### What needs to be done
Say how many of the lines below include the word "fill", and write nothing else.

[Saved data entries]

function buildUpRows(ctx: Ctx, revisionLine: RevisionLine, priced: PricedLine): BuildRow[] {
  const rows: BuildRow[] = [{ label: 'List price', value: ctx.money(priced.listUnitPrice) }]
  rows.push(
    priced.appliedBreak
      ? { label: `Quantity break ${qty(priced.appliedBreak.minQuantity)}+ applied`, value: ctx.money(priced.breakUnitPrice) }
      : { label: `No quantity break at ${qty(priced.quantity)} pcs`, value: ctx.money(priced.breakUnitPrice) },
  )
  if (priced.discountBp > 0) {
    const source =
      priced.discountSource === 'tier'
        ? `${tierLabel(ctx.doc.customer.tier)} tier`
        : priced.discountSource === 'account_override'
          ? 'account terms'
          : 'part-specific terms'
    const parts = [`${percent(priced.customerDiscountBp)} ${source}`]
    if (priced.extraDiscountBp > 0) parts.push(`${percent(priced.extraDiscountBp)} sales`)
    rows.push({ label: `Discount ${percent(priced.discountBp)} (${parts.join(' + ')})`, value: `−${ctx.money(priced.discountPerUnit)}` })
  } else {
    rows.push({ label: 'Discount', value: 'none' })
  }
  const pricedOptions = new Map(priced.options.map((o) => [o.code, o]))
  for (const option of revisionLine.options) {
    const detail = pricedOptions.get(option.code)
    const length = detail?.lengthMm != null ? ` ${qty(detail.lengthMm)} mm` : ''
    rows.push({ label: `Option ${option.code}: ${option.label}${length}`, value: `+${ctx.money(option.perUnit)}` })
  }
  const copper = priced.copper
  if (copper.copperMassGrams === 0) rows.push({ label: 'Copper surcharge (no copper)', value: ctx.money(0) })
  else if (copper.floored) rows.push({ label: `Copper surcharge: ${qty(copper.copperMassGrams)} g, index below base`, value: ctx.money(priced.copperPerUnit) })
  else {
    const sign = priced.copperPerUnit < 0 ? '−' : '+'
    rows.push({
      label: `Copper surcharge: ${qty(copper.copperMassGrams)} g × ${ctx.money(copper.deltaPerKg)}/kg over base`,
      value: `${sign}${ctx.money(Math.abs(priced.copperPerUnit))}`,
    })
  }
  rows.push({ label: `Unit net price`, value: ctx.money(priced.unitNetPrice), strong: true })
  return rows
}

function breakRows(ctx: Ctx, revisionLine: RevisionLine, priced: PricedLine | null): { label: string; value: string; applied: boolean }[] {
  const listPrice = priced?.listUnitPrice
  const rows: { label: string; value: string; applied: boolean }[] = []
  if (listPrice !== undefined) {
    rows.push({ label: `${qty(revisionLine.moq)}+ (list)`, value: ctx.money(listPrice), applied: priced !== null && priced.appliedBreak === null })
  }
  for (const b of [...revisionLine.breaks].sort((a, c) => a.minQuantity - c.minQuantity)) {
    rows.push({ label: `${qty(b.minQuantity)}+`, value: ctx.money(b.unitPrice), applied: priced?.appliedBreak?.minQuantity === b.minQuantity })
  }
  return rows
}

// ---------------------------------------------------------------------------------------------
// Operating point of a line: chart and figures.

const flowText = (m3s: number): string => {
  const m3h = fromSI(m3s, 'm3/h')
  return `${num(m3h, m3h >= 100 ? 0 : 1)} m³/h (${num(fromSI(m3s, 'CFM'), 1)} CFM)`
}
const pressureText = (pa: number): string => `${num(pa, pa >= 100 ? 0 : 1)} Pa (${num(fromSI(pa, 'inH2O'), 3)} inH2O)`
const STATUS_TEXT: Record<string, string> = { running: 'running', 'no-start': 'does not start', stall: 'stalls', stalled: 'stalls' }
const statusText = (status: string): string => STATUS_TEXT[status] ?? status
const wattsText = (w: number | null): string => (w === null ? '—' : `${num(w, 1)} W`)
const ampsText = (a: number | null): string => (a === null ? '—' : `${num(a, a < 0.1 ? 3 : 2)} A`)

function drawDutySection(pdf: Pdf, dp: LineDutyPoint, y: number): void {
  const x0 = CONTENT_LEFT + 18
  line(pdf, 'OPERATING POINT AT THE BUYER’S DUTY', x0, y, { font: FONT.bold, size: 6.5, color: COLOURS.muted })
  fitLine(pdf, `Duty study: ${dp.studyName}`, x0 + 150, y - 0.5, CONTENT_RIGHT - x0 - 150, { font: FONT.regular, size: 7, color: COLOURS.muted })
  drawTorqueChart(pdf, { x: x0, y: y + 12, w: 214, h: 152 }, dp)

  const fx = x0 + 232
  const fw = CONTENT_RIGHT - fx
  const labelW = 74
  const colW = (fw - labelW) / 2
  let fy = y + 14
  const kv = (label: string, value: string): void => {
    line(pdf, label, fx, fy, { size: 7.5, color: COLOURS.muted })
    fitLine(pdf, value, fx + labelW, fy, fw - labelW, { font: FONT.regular, size: 7.5 })
    fy += 11
  }
  kv('Supply', `${dp.supply.volts} V ${dp.supply.hz} Hz (low line ${dp.lowLine.volts} V)`)
  kv('Duty flow', flowText(dp.duty.flowM3s))
  kv('Duty pressure', `${pressureText(dp.duty.staticPa)} static`)
  fy += 3
  pdf.save().rect(fx, fy - 2, fw, 13).fill(COLOURS.tint).restore()
  line(pdf, 'Achieved', fx + 3, fy + 1, { font: FONT.bold, size: 7.5 })
  line(pdf, `At ${dp.supply.volts} V`, fx + labelW, fy + 1, { font: FONT.bold, size: 7.5 })
  line(pdf, `Low line ${dp.lowLine.volts} V`, fx + labelW + colW, fy + 1, { font: FONT.bold, size: 7.5 })
  fy += 14
  const row = (label: string, nominal: string, low: string): void => {
    line(pdf, label, fx + 3, fy, { size: 7.5, color: COLOURS.muted })
    fitLine(pdf, nominal, fx + labelW, fy, colW - 6, { font: FONT.regular, size: 7.5 })
    fitLine(pdf, low, fx + labelW + colW, fy, colW - 6, { font: FONT.regular, size: 7.5 })
    fy += 10.5
  }
  row('Speed', rpmText(dp.nominal.rpm), rpmText(dp.lowLine.rpm))
  row('Flow', flowText(dp.nominal.flowM3s), flowText(dp.lowLine.flowM3s))
  row('Static pressure', pressureText(dp.nominal.staticPa), pressureText(dp.lowLine.staticPa))
  row('Input power', wattsText(dp.nominal.inputW), wattsText(dp.lowLine.inputW))
  row('Current', ampsText(dp.nominal.currentA), ampsText(dp.lowLine.currentA))
  row('Efficiency', dp.nominal.efficiency === null ? '—' : `${num(dp.nominal.efficiency * 100, 0)} %`, '—')
  row('State', statusText(dp.nominal.status), statusText(dp.lowLine.status))
  hRule(pdf, fy, COLOURS.rule, 0.5, fx, CONTENT_RIGHT)
  fy += 5
  line(pdf, 'Meets the duty', fx + 3, fy, { font: FONT.bold, size: 8 })
  line(pdf, dp.meetsDuty ? 'Yes' : 'No', fx + labelW, fy, { font: FONT.bold, size: 8, color: dp.meetsDuty ? COLOURS.teal : COLOURS.copper })
  fy += 13
  para(
    pdf,
    'Operating points are engineering estimates from catalogue data; qualify them in the appliance.',
    fx + 3,
    fy,
    fw - 3,
    { size: 6.5, color: COLOURS.muted, lineGap: 0 },
  )
}

// ---------------------------------------------------------------------------------------------
// Totals, terms, cautions.

function totalsBlock(pdf: Pdf, ctx: Ctx): Block {
  const { totals, nre } = ctx.doc.priced
  const rows: { label: string; value: string; strong?: boolean; rule?: boolean }[] = [
    { label: `Subtotal, ${ctx.doc.lines.length} ${ctx.doc.lines.length === 1 ? 'line' : 'lines'}`, value: ctx.money(totals.subtotal) },
  ]
  for (const charge of nre) rows.push({ label: `NRE: ${charge.description}`, value: ctx.money(charge.amount) })
  if (nre.length > 1) rows.push({ label: 'NRE total', value: ctx.money(totals.nreTotal) })
  rows.push({ label: `Total (${ctx.currency}, excluding taxes)`, value: ctx.money(totals.total), strong: true, rule: true })
  rows.push({ label: `Deposit (${percent(totals.depositBp)} of the total)`, value: ctx.money(totals.depositAmount) })
  rows.push({ label: 'Balance', value: ctx.money(totals.balanceAmount) })
  const currencyName = new Intl.DisplayNames(['en'], { type: 'currency' }).of(ctx.currency) ?? ctx.currency
  const note = `All amounts are in ${ctx.currency} (${currencyName}). Prices exclude taxes (sales tax, VAT), which are added to the invoice where they apply.`
  const rowH = 13
  const heading = 20
  const noteWidth = 170
  const tableX = CONTENT_LEFT + noteWidth + 24
  const tableW = CONTENT_RIGHT - tableX
  const height = heading + Math.max(rows.length * rowH + 4, paraHeight(pdf, note, noteWidth, { size: 7.5 }))
  return {
    height,
    draw: (y) => {
      sectionHeading(pdf, 'Totals').draw(y)
      para(pdf, note, CONTENT_LEFT, y + heading + 2, noteWidth, { size: 7.5, color: COLOURS.muted })
      rows.forEach((row, i) => {
        const ry = y + heading + 2 + i * rowH
        if (row.rule) {
          pdf.save().rect(tableX, ry - 3, tableW, rowH).fill(COLOURS.tint).restore()
        }
        const font = row.strong ? FONT.bold : FONT.regular
        fitLine(pdf, row.label, tableX + 4, ry, tableW - 96, { font, size: row.strong ? 9 : 8.5, color: row.strong ? COLOURS.teal : COLOURS.ink })
        fitLine(pdf, row.value, tableX + tableW - 94, ry, 90, { font, size: row.strong ? 9 : 8.5, color: row.strong ? COLOURS.teal : COLOURS.ink, align: 'right' })
      })
    },
  }
}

### Task response
2